BEGIN Dataset excerpts
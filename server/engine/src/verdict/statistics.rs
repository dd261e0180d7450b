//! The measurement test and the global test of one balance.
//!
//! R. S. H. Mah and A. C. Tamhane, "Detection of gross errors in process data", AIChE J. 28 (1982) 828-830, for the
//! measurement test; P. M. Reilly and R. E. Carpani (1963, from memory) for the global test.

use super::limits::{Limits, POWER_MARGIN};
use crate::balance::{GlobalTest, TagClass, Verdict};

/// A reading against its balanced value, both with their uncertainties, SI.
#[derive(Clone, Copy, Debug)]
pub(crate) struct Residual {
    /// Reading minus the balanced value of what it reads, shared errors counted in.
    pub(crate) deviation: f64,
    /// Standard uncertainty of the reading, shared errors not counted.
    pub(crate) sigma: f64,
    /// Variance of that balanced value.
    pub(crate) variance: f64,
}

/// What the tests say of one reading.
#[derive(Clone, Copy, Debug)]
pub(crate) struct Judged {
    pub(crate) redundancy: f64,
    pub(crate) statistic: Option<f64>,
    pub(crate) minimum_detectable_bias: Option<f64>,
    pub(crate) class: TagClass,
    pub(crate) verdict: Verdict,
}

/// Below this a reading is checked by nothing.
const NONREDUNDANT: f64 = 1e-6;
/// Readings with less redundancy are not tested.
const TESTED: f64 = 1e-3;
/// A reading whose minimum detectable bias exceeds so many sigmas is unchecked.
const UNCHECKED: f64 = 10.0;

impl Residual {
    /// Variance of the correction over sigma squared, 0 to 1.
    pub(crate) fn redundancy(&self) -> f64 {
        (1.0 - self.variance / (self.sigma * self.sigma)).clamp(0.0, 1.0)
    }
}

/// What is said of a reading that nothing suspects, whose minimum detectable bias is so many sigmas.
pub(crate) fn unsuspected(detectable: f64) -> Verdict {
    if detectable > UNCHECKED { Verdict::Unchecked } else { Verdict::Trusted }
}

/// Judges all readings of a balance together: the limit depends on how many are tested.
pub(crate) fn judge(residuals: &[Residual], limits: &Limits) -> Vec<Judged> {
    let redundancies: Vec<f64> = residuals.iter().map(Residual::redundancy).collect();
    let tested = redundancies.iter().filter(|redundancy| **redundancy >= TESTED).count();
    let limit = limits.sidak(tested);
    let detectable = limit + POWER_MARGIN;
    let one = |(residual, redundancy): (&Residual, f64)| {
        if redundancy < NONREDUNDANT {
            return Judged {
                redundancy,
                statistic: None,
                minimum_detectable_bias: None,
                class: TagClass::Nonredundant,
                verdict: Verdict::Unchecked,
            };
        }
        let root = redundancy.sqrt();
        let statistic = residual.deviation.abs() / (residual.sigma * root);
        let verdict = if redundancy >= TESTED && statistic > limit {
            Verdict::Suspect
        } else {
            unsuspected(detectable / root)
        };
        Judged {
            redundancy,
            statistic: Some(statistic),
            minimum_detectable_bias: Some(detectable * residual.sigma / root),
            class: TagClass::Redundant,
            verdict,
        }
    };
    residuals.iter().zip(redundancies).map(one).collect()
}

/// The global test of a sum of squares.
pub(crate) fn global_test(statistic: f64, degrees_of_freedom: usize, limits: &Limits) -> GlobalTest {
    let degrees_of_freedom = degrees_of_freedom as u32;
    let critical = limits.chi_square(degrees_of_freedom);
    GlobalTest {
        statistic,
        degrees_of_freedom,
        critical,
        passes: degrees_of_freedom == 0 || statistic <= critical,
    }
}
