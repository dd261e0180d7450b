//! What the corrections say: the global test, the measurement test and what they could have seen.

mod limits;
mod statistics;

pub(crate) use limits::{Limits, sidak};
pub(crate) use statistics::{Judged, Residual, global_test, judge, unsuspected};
END Dataset excerpts
Restate all of the entries above precisely.

filename server/engine/src/verdict/statistics.rs
repository dd261e0180d7450b
//! The measurement test and the global test of one balance.
//!
//! R. S. H. Mah and A. C. Tamhane, "Detection of gross errors in process data", AIChE J. 28 (1982) 828-830, for the
//! measurement test; P. M. Reilly and R. E. Carpani (1963, from memory) for the global test.

use super::limits::{Limits, POWER_MARGIN};
use crate::balance::{GlobalTest, TagClass, Verdict};

/// A reading against its balanced value, both with their uncertainties, SI.
#[derive(Clone, Copy, Debug)]
pub(crate) struct Residual {
    /// Reading minus the balanced value of what it reads, shared errors counted in.
    pub(crate) deviation: f64,
    /// Standard uncertainty of the reading, shared errors not counted.
    pub(crate) sigma: f64,
    /// Variance of that balanced value.
    pub(crate) variance: f64,
}

/// What the tests say of one reading.
#[derive(Clone, Copy, Debug)]
pub(crate) struct Judged {
    pub(crate) redundancy: f64,
    pub(crate) statistic: Option<f64>,
    pub(crate) minimum_detectable_bias: Option<f64>,
    pub(crate) class: TagClass,
    pub(crate) verdict: Verdict,
}

/// Below this a reading is checked by nothing.
const NONREDUNDANT: f64 = 1e-6;
/// Readings with less redundancy are not tested.
const TESTED: f64 = 1e-3;
/// A reading whose minimum detectable bias exceeds so many sigmas is unchecked.
const UNCHECKED: f64 = 10.0;

impl Residual {
    /// Variance of the correction over sigma squared, 0 to 1.
    pub(crate) fn redundancy(&self) -> f64 {
        (1.0 - self.variance / (self.sigma * self.sigma)).clamp(0.0, 1.0)
    }
}

/// What is said of a reading that nothing suspects, whose minimum detectable bias is so many sigmas.
pub(crate) fn unsuspected(detectable: f64) -> Verdict {
    if detectable > UNCHECKED { Verdict::Unchecked } else { Verdict::Trusted }
}

/// Judges all readings of a balance together: the limit depends on how many are tested.
pub(crate) fn judge(residuals: &[Residual], limits: &Limits) -> Vec<Judged> {
    let redundancies: Vec<f64> = residuals.iter().map(Residual::redundancy).collect();
    let tested = redundancies.iter().filter(|redundancy| **redundancy >= TESTED).count();
    let limit = limits.sidak(tested);
    let detectable = limit + POWER_MARGIN;
    let one = |(residual, redundancy): (&Residual, f64)| {
        if redundancy < NONREDUNDANT {
            return Judged {
                redundancy,
                statistic: None,
                minimum_detectable_bias: None,
                class: TagClass::Nonredundant,
                verdict: Verdict::Unchecked,
            };
        }
        let root = redundancy.sqrt();
        let statistic = residual.deviation.abs() / (residual.sigma * root);
        let verdict = if redundancy >= TESTED && statistic > limit {
            Verdict::Suspect
        } else {
            unsuspected(detectable / root)
        };
        Judged {
            redundancy,
            statistic: Some(statistic),
            minimum_detectable_bias: Some(detectable * residual.sigma / root),
            class: TagClass::Redundant,
            verdict,
        }
    };
    residuals.iter().zip(redundancies).map(one).collect()
}

/// The global test of a sum of squares.
pub(crate) fn global_test(statistic: f64, degrees_of_freedom: usize, limits: &Limits) -> GlobalTest {
    let degrees_of_freedom = degrees_of_freedom as u32;
    let critical = limits.chi_square(degrees_of_freedom);
    GlobalTest {
        statistic,
        degrees_of_freedom,
        critical,
        passes: degrees_of_freedom == 0 || statistic <= critical,
    }
}
repository dd261e0180d7450b
//! What the corrections say: the global test, the measurement test and what they could have seen.

mod limits;
mod statistics;

pub(crate) use limits::{Limits, sidak};
pub(crate) use statistics::{Judged, Residual, global_test, judge, unsuspected};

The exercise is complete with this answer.